** Directions for this task **
Search the material for the word "pytest" and report each line where it turns up.

** The records **
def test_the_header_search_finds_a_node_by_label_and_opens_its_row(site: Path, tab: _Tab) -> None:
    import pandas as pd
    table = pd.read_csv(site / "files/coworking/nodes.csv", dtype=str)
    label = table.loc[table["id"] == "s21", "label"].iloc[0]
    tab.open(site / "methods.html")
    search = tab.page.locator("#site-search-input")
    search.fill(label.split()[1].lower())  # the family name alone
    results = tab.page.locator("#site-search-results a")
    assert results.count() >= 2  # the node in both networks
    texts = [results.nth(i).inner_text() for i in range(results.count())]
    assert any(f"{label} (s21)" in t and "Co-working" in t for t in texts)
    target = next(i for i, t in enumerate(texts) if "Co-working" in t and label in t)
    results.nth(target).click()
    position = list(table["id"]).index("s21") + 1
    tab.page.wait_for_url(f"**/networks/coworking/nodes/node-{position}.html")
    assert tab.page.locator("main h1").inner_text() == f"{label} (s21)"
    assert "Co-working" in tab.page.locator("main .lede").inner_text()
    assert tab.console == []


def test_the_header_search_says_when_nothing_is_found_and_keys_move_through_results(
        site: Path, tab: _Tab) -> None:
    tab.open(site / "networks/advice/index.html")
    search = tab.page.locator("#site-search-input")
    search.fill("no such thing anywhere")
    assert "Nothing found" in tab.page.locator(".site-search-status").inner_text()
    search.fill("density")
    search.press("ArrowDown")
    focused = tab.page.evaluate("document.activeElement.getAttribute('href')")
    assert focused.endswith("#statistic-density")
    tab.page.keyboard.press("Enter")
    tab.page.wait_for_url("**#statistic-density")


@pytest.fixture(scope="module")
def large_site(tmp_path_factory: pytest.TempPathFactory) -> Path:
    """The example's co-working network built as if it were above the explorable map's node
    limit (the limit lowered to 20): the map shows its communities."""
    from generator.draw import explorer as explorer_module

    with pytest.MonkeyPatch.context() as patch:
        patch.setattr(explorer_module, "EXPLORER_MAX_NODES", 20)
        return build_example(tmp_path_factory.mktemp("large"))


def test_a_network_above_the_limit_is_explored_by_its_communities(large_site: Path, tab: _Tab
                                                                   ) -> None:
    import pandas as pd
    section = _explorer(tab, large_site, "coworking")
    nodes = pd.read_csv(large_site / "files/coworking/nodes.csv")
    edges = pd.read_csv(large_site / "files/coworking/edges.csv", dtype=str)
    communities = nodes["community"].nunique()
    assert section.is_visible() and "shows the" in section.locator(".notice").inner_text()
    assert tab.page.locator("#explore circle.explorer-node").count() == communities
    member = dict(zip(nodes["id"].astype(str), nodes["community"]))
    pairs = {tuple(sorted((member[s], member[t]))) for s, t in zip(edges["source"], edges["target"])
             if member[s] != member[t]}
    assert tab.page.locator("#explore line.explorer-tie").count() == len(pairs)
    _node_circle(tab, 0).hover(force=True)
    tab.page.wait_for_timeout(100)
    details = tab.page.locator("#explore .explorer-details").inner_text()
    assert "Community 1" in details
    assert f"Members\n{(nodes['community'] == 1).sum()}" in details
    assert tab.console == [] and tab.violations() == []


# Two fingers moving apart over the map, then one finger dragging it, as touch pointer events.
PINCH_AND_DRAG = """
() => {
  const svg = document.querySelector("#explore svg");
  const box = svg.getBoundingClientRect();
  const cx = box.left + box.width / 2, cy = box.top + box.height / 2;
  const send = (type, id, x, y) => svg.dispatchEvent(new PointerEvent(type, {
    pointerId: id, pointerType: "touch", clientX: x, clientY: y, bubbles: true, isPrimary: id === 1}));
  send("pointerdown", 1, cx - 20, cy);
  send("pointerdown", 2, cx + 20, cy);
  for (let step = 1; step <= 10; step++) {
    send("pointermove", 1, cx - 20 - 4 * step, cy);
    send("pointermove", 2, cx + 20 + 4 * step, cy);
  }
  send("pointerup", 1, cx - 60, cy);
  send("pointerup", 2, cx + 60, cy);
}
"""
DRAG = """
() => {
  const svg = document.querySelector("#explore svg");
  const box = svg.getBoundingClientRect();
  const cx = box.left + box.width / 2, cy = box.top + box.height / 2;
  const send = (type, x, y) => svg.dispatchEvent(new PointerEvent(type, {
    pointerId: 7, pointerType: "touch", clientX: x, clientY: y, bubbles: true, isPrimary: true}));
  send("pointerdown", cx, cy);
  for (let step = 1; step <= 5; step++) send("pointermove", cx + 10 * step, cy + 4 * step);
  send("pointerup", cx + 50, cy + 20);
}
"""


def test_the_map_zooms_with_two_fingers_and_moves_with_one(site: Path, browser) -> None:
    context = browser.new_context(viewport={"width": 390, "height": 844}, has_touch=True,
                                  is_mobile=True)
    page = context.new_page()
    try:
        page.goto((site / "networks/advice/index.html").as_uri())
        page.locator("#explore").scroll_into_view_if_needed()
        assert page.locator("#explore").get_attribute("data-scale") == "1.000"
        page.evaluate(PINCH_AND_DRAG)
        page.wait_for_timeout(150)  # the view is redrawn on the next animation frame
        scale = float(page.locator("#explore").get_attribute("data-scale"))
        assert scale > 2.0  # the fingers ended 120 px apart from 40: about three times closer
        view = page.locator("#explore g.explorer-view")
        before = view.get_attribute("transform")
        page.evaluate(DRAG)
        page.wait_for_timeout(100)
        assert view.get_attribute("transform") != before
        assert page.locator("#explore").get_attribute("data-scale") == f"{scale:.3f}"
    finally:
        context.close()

* * *

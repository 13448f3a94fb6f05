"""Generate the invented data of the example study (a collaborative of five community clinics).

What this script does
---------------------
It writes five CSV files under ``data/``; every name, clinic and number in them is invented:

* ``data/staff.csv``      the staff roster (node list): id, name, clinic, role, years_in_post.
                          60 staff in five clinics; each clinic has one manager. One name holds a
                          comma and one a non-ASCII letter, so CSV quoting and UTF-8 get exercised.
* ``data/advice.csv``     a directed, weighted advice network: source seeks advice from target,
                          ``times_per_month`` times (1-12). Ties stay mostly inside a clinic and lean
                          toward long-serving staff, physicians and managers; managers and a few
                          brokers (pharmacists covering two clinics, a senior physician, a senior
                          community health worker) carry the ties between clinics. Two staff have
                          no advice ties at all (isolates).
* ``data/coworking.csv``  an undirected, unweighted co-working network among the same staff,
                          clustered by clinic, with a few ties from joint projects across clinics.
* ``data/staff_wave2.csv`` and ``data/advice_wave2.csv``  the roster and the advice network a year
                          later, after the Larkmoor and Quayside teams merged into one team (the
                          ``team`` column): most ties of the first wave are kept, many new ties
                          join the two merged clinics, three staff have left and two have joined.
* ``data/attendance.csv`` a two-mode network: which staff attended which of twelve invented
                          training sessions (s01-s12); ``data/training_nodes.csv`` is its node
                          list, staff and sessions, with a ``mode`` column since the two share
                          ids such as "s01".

** Problem solution **
@pytest.fixture(scope="module")
def large_site(tmp_path_factory: pytest.TempPathFactory) -> Path:
    with pytest.MonkeyPatch.context() as patch:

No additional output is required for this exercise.